(Collected data entries)
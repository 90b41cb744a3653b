import type { BoxOptions } from './box-probability.js';
import { anyShardTail, type TailProbability, type ThresholdGroup } from './extreme-load.js';
import { sweptShardTail } from './swept-tail.js';
import type { ChanceCache } from './chance-cache.js';
import { shareSweep, thresholdAt, type ShareSweep } from './share-sweep/sorted-shares.js';
import { roundingSlack, shareClasses, type Placement } from './placement.js';

/**
 * The fullest and the emptiest shard of a window under random placement: tail
 * probabilities, quantiles (the chance ceiling and floor) and means, in relative load
 * r = x / (N p) (for equal shares, r = x m / N, so counts follow by multiplying by N/m).
 *
 * Exact questions map to integer thresholds per shard: "some r_i >= t" is
 * "some x_i >= ceil(t N p_i)", and "some r_i <= u" is "some x_i <= floor(u N p_i)".
 */

/** Tail levels up to this are bracketed with the first Bonferroni bound (weighted shares). */
const FIRST_ORDER_LEVEL = 0.03;

function groups(
  placement: Placement,
  relative: number,
  side: 'high' | 'low',
  cache: ChanceCache | undefined,
): ThresholdGroup[] {
  return shareClasses(placement, cache).map((c) => {
    const expected = placement.total * c.share;
    const scaled = relative * expected;
    const threshold =
      side === 'high'
        ? Math.ceil(scaled - roundingSlack(scaled))
        : Math.floor(scaled + roundingSlack(scaled));
    return { share: c.share, count: c.count, threshold };
  });
}

/**
 * P(max_i r_i >= relative) under H0, the fullest-shard p-value when `relative` is the
 * observed maximum. Single-step max-statistic adjusted p-value of a shard with relative load
 * r is fullestTail(placement, r).
 * Cost: O(distinct shares) tails and box probabilities. Error: relative <= 1e-3 on [1e-15, 1].
 * `options.cache` keeps the share classes, sweeps and tables for the next question about
 * the same shares (without one, the default: chance-cache.ts).
 * Example: fullestTail(makePlacement(23, 365), 2 * 365 / 23) = 0.5072972343239857.
 */
export function fullestTail(
  placement: Placement,
  relative: number,
  options: BoxOptions = {},
): TailProbability {
  if (placement.total === 0 || relative <= 0)
    return { logProbability: 0, method: 'certain', relativeError: 0 };
  const sweep = shareSweep(placement, options.cache);
  const swept = sweep && sweptShardTail('high', sweep, relative, options);
  if (swept) return swept;
  const tested = groups(placement, relative, 'high', options.cache);
  return anyShardTail('high', placement.total, tested, options);
}

/**
 * P(min_i r_i <= relative) under H0, the emptiest-shard p-value when `relative` is the
 * observed minimum. Cost and error as fullestTail.
 * Example: emptiestTail(makePlacement(2, 2), 0) = 0.5 (both requests on one shard).
 */
export function emptiestTail(
  placement: Placement,
  relative: number,
  options: BoxOptions = {},
): TailProbability {
  if (relative < 0) return { logProbability: -Infinity, method: 'impossible', relativeError: 0 };
  if (placement.total === 0) return { logProbability: 0, method: 'certain', relativeError: 0 };
  const sweep = shareSweep(placement, options.cache);
  const swept = sweep && sweptShardTail('low', sweep, relative, options);
  if (swept) return swept;
  const tested = groups(placement, relative, 'low', options.cache);
  return anyShardTail('low', placement.total, tested, options);
}

/** The largest expected count over the shards: the scale of one count in relative load. */
function unit(placement: Placement, cache: ChanceCache | undefined): number {
  const sweep = shareSweep(placement, cache);
  if (sweep !== null) return 1 / Math.max(placement.total * sweep.shares[0], 1e-300);
  let smallest = Infinity;
  for (const c of shareClasses(placement, cache))
    smallest = Math.min(smallest, placement.total * c.share);
  return 1 / Math.max(smallest, 1e-300);
}

/**
 * Quantile of the fullest shard's relative load: the smallest t with P(max r <= t) >= level,
 * i.e. P(max r > t) <= 1 - level. At level 1 - alpha this is the chance ceiling.
 * For equal shares t * N / m is a whole count: bisection over counts, O(log(range)) tails.
 * For weighted shares a safeguarded regula falsi on the log tail (about 5-15 tails).
 * `cache` as for fullestTail.
 * Example: fullestQuantile(makePlacement(23, 365), 0.5) = 2 * 365 / 23 (the birthday median is a pair).
 */
export function fullestQuantile(placement: Placement, level: number, cache?: ChanceCache): number {
  if (placement.total === 0) return 0;
  // While bracketing an extreme level, the first Bonferroni bound S1 (>= the tail, and
  // within S1^2/2 of it) is close enough and costs one pass over the shards.
  const firstOrder = placement.shares !== null && 1 - level <= FIRST_ORDER_LEVEL;
  const logBound = Math.log1p(-level);
  const logShards = Math.log(placement.shardCount);
  // Above zero while t is below the quantile (the tail still exceeds 1 - level).
  const excess = (quick: boolean) => (t: number) =>
    rootGap(
      logBound,
      fullestTail(placement, t, { quick, firstOrder: quick && firstOrder, cache }).logProbability,
      logShards,
    );
  return searchRelative(placement, excess, 'high', cache);
}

_INSTRUCTIONS TO FOLLOW_:
If a line in the data above holds the string "logBound", report that line.

_PROBLEM SOLUTION_:
  const logBound = Math.log1p(-level);
      logBound,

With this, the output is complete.